• **WHAT NEEDS TO BE DONE**
Could you show all lines in the entries below that contain the string "toBe"?

Collected data:
>>>

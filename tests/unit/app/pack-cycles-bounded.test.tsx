// A much-tested pack's "results at different cycle counts" charts draw at most PACK_PAGE_MAX_CYCLE_POINTS results,
// the newest, and say that the fit uses every one; a pack with few results draws them all and says nothing.
import { renderToStaticMarkup } from "react-dom/server";
import { describe, expect, it } from "vitest";
import { CyclesSection } from "@/app/(public)/packs/[slug]/_components/cycles-section";
import { PACK_PAGE_MAX_CYCLE_POINTS } from "@/lib/bounded-lists";
import { packAgeing } from "@/lib/pack-summary";
import { publicResultRow } from "../../helpers/public-result-row";

/** `count` results of one method at cycle counts 0, 10, 20…, capacity falling 0.1 % per cycle. */
const rows = (count: number) =>
  Array.from({ length: count }, (_, i) =>
    publicResultRow({
      cyclesBeforeTest: i * 10,
      capacityMah: 1900 * (1 - 0.001 * i * 10),
      dcResistanceMohm: 10 + i / 10,
    }),
  );
/** Markers of the results' series (palette colour 0, circles) in the capacity chart. */
const drawnResults = (html: string) => html.match(/<use href="#pack-kept-c0"/g)?.length ?? 0;

describe("a pack page's results at different cycle counts", () => {
  it("draws the newest results up to the cap and says the fit uses all", () => {
    const many = PACK_PAGE_MAX_CYCLE_POINTS + 16;
    const html = renderToStaticMarkup(<CyclesSection ageing={packAgeing(rows(many))} cells={4} />);
    expect(drawnResults(html)).toBe(PACK_PAGE_MAX_CYCLE_POINTS);
    expect(html).toContain(
      `The newest ${PACK_PAGE_MAX_CYCLE_POINTS} of ${many} results are drawn; the fitted line and the projection use all of them.`,
    );
  });

  it("draws every result of a pack tested a few times, without a note", () => {
    const html = renderToStaticMarkup(<CyclesSection ageing={packAgeing(rows(5))} cells={4} />);
    expect(drawnResults(html)).toBe(5);
    expect(html).not.toContain("ageing-across-cut");
  });
});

<<<

• **OUTPUT FOR THIS EXERCISE**
    expect(drawnResults(html)).toBe(PACK_PAGE_MAX_CYCLE_POINTS);
    expect(drawnResults(html)).toBe(5);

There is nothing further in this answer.